Screw-shaped UMRs are adept at maneuvering and rolling in proximity to any wall. By rotating the UMR by 90° about the z axis, its long axis becomes perpendicular to the abdominal aorta and aligned with the left renal artery. Consequently, alternating rolling motions around the entry point for roughly 30 seconds results in the successful entry. This rolling is succeeded by swimming and sequential motion reversals within the renal artery. In this trial, teleoperation guides the UMR to the distal end of the left renal artery in less than 180 seconds. Furthermore, upon internal wall inspection, we observed no indications of damage (as depicted in Fig. 7B).

Figure 7C depicts the sequence of teleoperated inputs that guide the UMR from the abdominal artery to the distal end of the left renal artery. Between 0 < t < 40 seconds, the UMR initiates swimming against the blood flow along the +y axis, moving past the renal bifurcation. Around t ~ 30 seconds, the UMR’s direction is reversed, and it is directed to swim towards the renal bifurcation along the −y axis, following the flow. Upon passing the renal bifurcation, the swimming direction is reversed again and the RPM is gradually turned about the z axis to exert an in-plane torque, steering the UMR parallel to the renal artery. Multiple overlaps between the RPM and the UMR obstruct visual feedback during this turning maneuver. This is clearly indicated by the small circles in Fig. 7C between 40 < t < 65 seconds. Subsequently, the UMR is controlled to roll back and forth between 65 < t < 110 seconds to enter the left renal artery, assisted by the renal flow.
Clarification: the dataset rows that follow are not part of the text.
/// <summary>
/// The joint linear problem for all sweeps at fixed offsets and gains: unknowns are the grid spectrum
/// s ≥ 0 and one free background per sweep, in noise-whitened units. Provides the normal equations
/// matrix-free to <see cref="ActiveSetNnls"/>, with an L1 weight λ on s and an optional first-difference
/// smoothness weight μ‖Ds‖².
/// </summary>
public sealed class UnfoldProblem : INormalEquations, INormalRows, INormalDiagonal, INormalPreconditioner
{
    private readonly CalibratedSweep[] _sweeps;
    private readonly SweepOperator[] _ops;
    private readonly double[] _gains;
    private readonly double[][] _kSty; // K Sᵀ(y/σ) on each periodic grid
    private readonly double[][] _kSt1; // K Sᵀ 1
    private readonly double[] _rhs;
    private readonly double _lambda;
    private readonly double _mu;
    private readonly double[][] _work1;
    private readonly double[][] _work2;
    private readonly double[][] _colCache;

    /// <summary>The problem of <paramref name="sweeps"/> on <paramref name="grid"/> at fixed origins and gains, with L1 weight λ = <paramref name="l1Weight"/> and smoothness weight μ = <paramref name="smoothness"/> (whitened units), the fold on a periodic grid of step <paramref name="periodicStepHz"/>.</summary>
    public UnfoldProblem(IReadOnlyList<CalibratedSweep> sweeps, FrequencyGrid grid, IReadOnlyList<double> offsetsHz,
        IReadOnlyList<double> gains, double l1Weight, double smoothness, double periodicStepHz)
    {
        _sweeps = sweeps.ToArray();
        Grid = grid;
        _gains = gains.ToArray();
        _lambda = l1Weight;
        _mu = smoothness;
        var k = _sweeps.Length;
        _ops = new SweepOperator[k];
        _kSty = new double[k][];
        _kSt1 = new double[k][];
        _work1 = new double[k][];
        _work2 = new double[k][];
        _colCache = new double[k][];
        _scales = new double[k];
        for (var s = 0; s < k; s++)
        {
            var sw = _sweeps[s];
            var op = new SweepOperator(sw.Instrument, sw.ScanHz, grid, offsetsHz[s], periodicStepHz);
            _ops[s] = op;
            var yw = sw.Signal.Select(v => v / sw.NoiseSigma).ToArray();
            var p = new double[op.M];
            op.SampleTranspose(yw, p);
            _kSty[s] = new double[op.M];
            op.Convolve(p, _kSty[s]);
            op.SampleTranspose(Enumerable.Repeat(1.0, sw.Signal.Length).ToArray(), p);
            _kSt1[s] = new double[op.M];
            op.Convolve(p, _kSt1[s]);
            _work1[s] = new double[op.M];
            _work2[s] = new double[op.M];
            _colCache[s] = new double[op.M];
        }

        Count = grid.Count + k;
        _rhs = new double[Count];
        for (var s = 0; s < k; s++)
        {
            var c = Scale(s);
            _ops[s].FoldTransposeAdd(_kSty[s], _rhs.AsSpan(0, grid.Count), c);
            _rhs[grid.Count + s] = _sweeps[s].Signal.Sum() / _sweeps[s].NoiseSigma;
        }

        for (var j = 0; j < grid.Count; j++) _rhs[j] -= _lambda;
    }

    /// <summary>The same problem with other L1 and smoothness weights. The sweep operators and the data terms are
    /// shared (only the right-hand side changes), so measuring column norms on an unweighted problem and then
    /// weighting it costs one set-up, not two.</summary>
    public UnfoldProblem WithPenalties(double l1Weight, double smoothness) => new(this, l1Weight, smoothness);

    private UnfoldProblem(UnfoldProblem source, double l1Weight, double smoothness)
    {
        _sweeps = source._sweeps;
        Grid = source.Grid;
        _gains = source._gains;
        _ops = source._ops;
        _kSty = source._kSty;
        _kSt1 = source._kSt1;
        _lambda = l1Weight;
        _mu = smoothness;
        Count = source.Count;
        _rhs = (double[])source._rhs.Clone();
        for (var j = 0; j < Grid.Count; j++) _rhs[j] += source._lambda - _lambda;
        _work1 = source._work1.Select(w => new double[w.Length]).ToArray();
        _work2 = source._work2.Select(w => new double[w.Length]).ToArray();
        _colCache = source._colCache.Select(w => new double[w.Length]).ToArray();
        _scales = new double[source._scales.Length];
    }

    /// <summary>The frequency grid of the spectrum.</summary>
    public FrequencyGrid Grid { get; }
    /// <summary>Number of unknowns: grid bins, then one background per sweep.</summary>
    public int Count { get; }
    /// <summary>Number of sweeps.</summary>
    public int SweepCount => _sweeps.Length;
    /// <summary>The per-sweep operators A_k.</summary>
    public IReadOnlyList<SweepOperator> Operators => _ops;
    /// <summary>b = Aᵀy − λw, whitened.</summary>
    public ReadOnlySpan<double> RightHandSide => _rhs;
    /// <summary>L1 weight λ in whitened units.</summary>
    public double L1Weight => _lambda;

    /// <summary>Smoothness weight μ in whitened units.</summary>
    public double SmoothnessWeight => _mu;

    /// <summary>Row scale of sweep s in whitened units: gain / σ.</summary>
    public double Scale(int s) => _gains[s] / _sweeps[s].NoiseSigma;

    /// <summary>The backgrounds (entries after the grid) are free; the spectrum bins are ≥ 0.</summary>
    public bool IsFree(int j) => j >= Grid.Count;

    /// <summary>G x, matrix-free (fold, convolution, sampling per sweep).</summary>
    public void Multiply(ReadOnlySpan<double> x, Span<double> result)
    {
        var n = Grid.Count;
        var s = x[..n];
        // the solver's iterates are sparse: list the nonzero bins once, fold only those (O(nonzero), not O(n) per sweep)
        _nonzero.Clear();
        for (var j = 0; j < n; j++)
            if (s[j] != 0) _nonzero.Add(j);
        PeriodicProduct(x, result[n..]);

        // Σ_k c_k · foldᵀ(w2_k), all sweeps in one pass over the grid
        SweepOperator.FoldTransposeAll(_ops, _work2, _scales, result[..n]);

        if (_mu > 0)
        {
            for (var j = 0; j < n; j++) result[j] += _mu * Difference(s, j);
        }
    }

    /// <summary>Rows of G x for x zero outside <paramref name="support"/>: the same periodic products as
    /// <see cref="Multiply"/> (O(support + M log M) per sweep), then only the listed rows are gathered, with the same sums
    /// in the same order, instead of a pass over the whole grid.</summary>
    public void MultiplyRows(ReadOnlySpan<double> x, IReadOnlyList<int> support, IReadOnlyList<int> rows, Span<double> result)
    {
        var n = Grid.Count;
        var s = x[..n];
        _nonzero.Clear();
        foreach (var j in support)
            if (j < n && s[j] != 0) _nonzero.Add(j);
        _nonzero.Sort();
        Span<double> background = stackalloc double[_sweeps.Length];
        PeriodicProduct(x, background);
        for (var r = 0; r < rows.Count; r++)
        {
            var i = rows[r];
            if (i >= n)
            {
                result[r] = background[i - n];
                continue;
            }

            var v = 0.0;
            for (var k = 0; k < _ops.Length; k++) v += _scales[k] * _ops[k].Gather(_work2[k], i);
            if (_mu > 0) v += _mu * Difference(s, i);
            result[r] = v;
        }
    }

    private static double Difference(ReadOnlySpan<double> s, int j)
    {
        var v = 0.0;
        if (j > 0) v += s[j] - s[j - 1];
        if (j < s.Length - 1) v += s[j] - s[j + 1];
        return v;
    }

    /// <summary>The periodic part of G x for the bins listed in <see cref="_nonzero"/>: w2_k in <see cref="_work2"/>, the
    /// scales in <see cref="_scales"/> and the background rows of G x in <paramref name="background"/>.</summary>
    private void PeriodicProduct(ReadOnlySpan<double> x, Span<double> background)
    {
        var n = Grid.Count;
        var s = x[..n];
        for (var k = 0; k < _sweeps.Length; k++)
        {
            var op = _ops[k];
            var c = Scale(k);
            var bg = x[n + k];
            op.Fold(s, _nonzero, _work1[k]);
            var kst1 = _kSt1[k];
            // background row: (c·A s)ᵀ1 + m·bg = c·(K Sᵀ1)·fold(s) + m·bg
            var w1 = _work1[k];
            var dot = 0.0;
            for (var a = 0; a < op.M; a++) dot += kst1[a] * w1[a];
            background[k] = c * dot + _sweeps[k].Signal.Length * bg;
            op.Convolve(_work1[k], _work2[k]);
            // bg·Sᵀ1 + c·SᵀS K fold(s) share one convolution below
            op.SampleNormal(_work2[k], _work1[k]);
            // K (c SᵀS K f s) + bg K Sᵀ1
            op.Convolve(w1, _work2[k]);
            var w2 = _work2[k];
            for (var a = 0; a < op.M; a++) w2[a] = c * w2[a] + bg * kst1[a];
            _scales[k] = c;
        }
    }

    private readonly List<int> _nonzero = [];
    private readonly double[] _scales;

    /// <summary>Entries G[rows, j] and the diagonal G[j, j].</summary>
    public void Column(int j, IReadOnlyList<int> rows, Span<double> result, out double diagonal)
    {
        var n = Grid.Count;
        if (j >= n)
        {
            var k = j - n;
            var c = Scale(k);
            for (var r = 0; r < rows.Count; r++)
            {
                var i = rows[r];
                result[r] = i >= n ? 0 : c * _ops[k].Gather(_kSt1[k], i);
            }

            diagonal = _sweeps[k].Signal.Length;
            return;
        }

        // grid column: u_k = K SᵀS K fold(e_j) per sweep, then gather
        for (var k = 0; k < _sweeps.Length; k++)
        {
            var op = _ops[k];
            op.ConvolvedUnit(j, _work2[k]);
            op.SampleNormal(_work2[k], _work1[k]);
            op.Convolve(_work1[k], _colCache[k]);
        }

        diagonal = 0;
        for (var k = 0; k < _sweeps.Length; k++)
        {
            var c = Scale(k);
            diagonal += c * c * _ops[k].Gather(_colCache[k], j);
        }

        if (_mu > 0) diagonal += _mu * ((j > 0 ? 1 : 0) + (j < n - 1 ? 1 : 0));
        for (var r = 0; r < rows.Count; r++)
        {
            var i = rows[r];
            double v = 0;
            if (i >= n)
            {
                var k = i - n;
                v = Scale(k) * _ops[k].Gather(_kSt1[k], j);
            }
            else
            {
                for (var k = 0; k < _sweeps.Length; k++)
                {
                    var c = Scale(k);
                    v += c * c * _ops[k].Gather(_colCache[k], i);
                }

                if (_mu > 0 && Math.Abs(i - j) == 1) v -= _mu;
            }

            result[r] = v;
        }
    }

    private CircularConvolver? _preconditioner;
    private double[]? _preWork;

    /// <summary>Relative floor of the preconditioner's symbol (bounds its amplification of the directions the kernel
    /// hardly sees).</summary>
    public const double PreconditionerFloor = 1e-5;

    /// <summary>
    /// z ≈ G⁻¹ r. On the grid G is nearly Toeplitz: G[i, j] depends mostly on the lag i − j (each sweep folds the grid by
    /// its FSR, convolves with the Airy kernel twice and weighs by the sampling density, which the scan spreads almost
    /// evenly over each FSR). Its first column t_d = G[d, 0] gives the optimal circulant approximation (T. Chan, "An
    /// optimal circulant preconditioner for Toeplitz systems", SIAM J. Sci. Stat. Comput. 9, 766–771, 1988), whose
    /// eigenvalues are the Fejér sums λ(θ) = Σ_{|d|&lt;n} (1 − |d|/n) t_d e^{−iθd} ≥ 0 — a comb at the harmonics of each
    /// FSR under the kernel's squared transform, plus the smoothness penalty between the teeth. They are evaluated on a
    /// zero-padded FFT grid of at least 2n points (with a small floor) and inverted there; the backgrounds are scaled by
    /// their diagonal. Set-up: one column of G; each application: two FFTs of 2n points.
    /// </summary>
    public void Precondition(ReadOnlySpan<double> r, Span<double> z)
    {
        var n = Grid.Count;
        if (_preconditioner is null)
        {
            var length = 1 << (int)Math.Ceiling(Math.Log2(Math.Max(4, 2 * n)));
            var rows = Enumerable.Range(0, n).ToList();
            var t = new double[n];
            Column(0, rows, t, out _);
            if (_mu > 0) t[0] += _mu; // the first column has one neighbour; an interior one has two
            var symbol = new double[length];
            var im0 = new double[length];
            symbol[0] = t[0];
            for (var d = 1; d < n; d++) symbol[d] = symbol[length - d] = (1 - d / (double)n) * t[d];
            Fft.Transform(symbol, im0, forward: true);
            // kernel with spectrum 1/symbol: inverse transform (the symbol is even, so the kernel is real and even)
            var re = symbol.Select(v => 1 / v).ToArray();
            var im = new double[length];
            Fft.Transform(re, im, forward: false);
            var check = (double[])re.Clone();
            var checkIm = new double[length];
            Fft.Transform(check, checkIm, forward: true);
            var norm = (1 / symbol[0]) / check[0];
            for (var q = 0; q < length; q++) re[q] *= norm;
            _preconditioner = new CircularConvolver(re);
            _preWork = new double[length];
        }

        var work = _preWork!;
        Array.Clear(work);
        r[..n].CopyTo(work);
        _preconditioner.Apply(work, work);
        work.AsSpan(0, n).CopyTo(z);
        for (var j = n; j < Count; j++) z[j] = r[j] / _sweeps[j - n].Signal.Length;
    }

    /// <summary>G[j, j] with the smoothness penalty; for a background entry the sample count of its sweep.</summary>
    public double Diagonal(int j)
    {
        var n = Grid.Count;
        if (j >= n) return _sweeps[j - n].Signal.Length;
        var d = ColumnNormSquared(j);
        if (_mu > 0) d += _mu * ((j > 0 ? 1 : 0) + (j < n - 1 ? 1 : 0));
        return d;
    }

    /// <summary>Diagonal entry G[j, j] of a grid column without the penalty (its squared column norm).</summary>
    public double ColumnNormSquared(int j)
    {
        double d = 0;
        for (var k = 0; k < _sweeps.Length; k++)
        {
            var c = Scale(k);
            d += c * c * _ops[k].UnitNormSquared(j, _work1[k]);
        }

        return d;
    }

    /// <summary>Model of every sweep (in signal units) for a solution x = (s, whitened backgrounds).</summary>
    public double[][] Model(ReadOnlySpan<double> x)
    {
        var n = Grid.Count;
        var result = new double[_sweeps.Length][];
        for (var k = 0; k < _sweeps.Length; k++)
        {
            var a = _ops[k].Forward(x[..n]);
            var bg = x[n + k] * _sweeps[k].NoiseSigma;
            for (var i = 0; i < a.Length; i++) a[i] = _gains[k] * a[i] + bg;
            result[k] = a;
        }

        return result;
    }

    /// <summary>
    /// Gauss–Newton step for the frequency origin of sweep k given a solution x: the model's derivative with
    /// respect to φ_k by central differences (two forward evaluations), then δφ = dᵀr / dᵀd.
    /// </summary>
    public double OffsetStep(int k, ReadOnlySpan<double> x)
    {
        var n = Grid.Count;
        var op = _ops[k];
        var phi = op.OffsetHz;
        var eps = op.Instrument.LinewidthHz / 50;
        op.SetOffset(phi + eps);
        var plus = op.Forward(x[..n]);
        op.SetOffset(phi - eps);
        var minus = op.Forward(x[..n]);
        op.SetOffset(phi);
        var model = op.Forward(x[..n]);
        var y = _sweeps[k].Signal;
        var bg = x[n + k] * _sweeps[k].NoiseSigma;
        double dr = 0, dd = 0;
        for (var i = 0; i < y.Length; i++)
        {
            var d = _gains[k] * (plus[i] - minus[i]) / (2 * eps);
            var r = y[i] - (_gains[k] * model[i] + bg);
            dr += d * r;
            dd += d * d;
        }

        return dd > 0 ? dr / dd : 0;
    }

    /// <summary>Unscaled A_k s for one sweep (no gain, no background): used to refit gains.</summary>
    public double[] ForwardUnscaled(int k, ReadOnlySpan<double> s) => _ops[k].Forward(s);
}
Once inside the renal artery (around t ~ 115 seconds), the UMR swims toward its distal end at a faster speed than that in the abdominal artery. Similarly, when the swimming direction inside the renal artery is reversed (around t ~ 125 seconds), and the UMR swims back toward the entry point, its speed is exceeded by that against the arterial flow. This motion enhancement is attributed to the wall effect. With the smaller diameter inside the renal artery, the flow provides an extra force on the body, which increases the swimming speed along flow (Fig. S3).

Figure 8A presents a cross-section view of the renal bifurcation obtained through a CBCT-scan. Clearly, the centerline of the abdominal aorta does not align with the horizontal planes of either the left or the right renal arteries. The left renal artery exhibits a 24° inclination with respect to the horizontal xy plane. Nevertheless, it remains feasible to guide the UMR toward the entry point of the left renal artery and subsequently return to the abdominal aorta. Figure 8B and movie S4 show three consecutive motion control trials directed toward the left renal artery under conditions of stationary blood flow. Throughout these trials, the operator effectively maintained synchronization between the UMR and the RPM, even when faced with temporary visual obstructions (Fig. 8B(i)). To mitigate such visual obstructions, adjusting the UMR’s trajectory to enable a direct entry into the left renal artery, as demonstrated in Fig. 8B(ii) and B(iii), can prove to be a highly effective strategy. Direct turns like these are achievable under stationary fluid conditions or with very low flow rates. However, as the flow rate increases, executing a direct 90° turn becomes challenging. In such cases, we employ a combination of rolling and swimming to access the renal artery in less than 60 seconds, as demonstrated in three representative trials in Fig. 8C and movie S4.

Fig. 8: The 9-mm-long untethered magnetic robot (UMR) is controllably moved back and forth between the abdominal aorta and the proximal end of the left renal artery.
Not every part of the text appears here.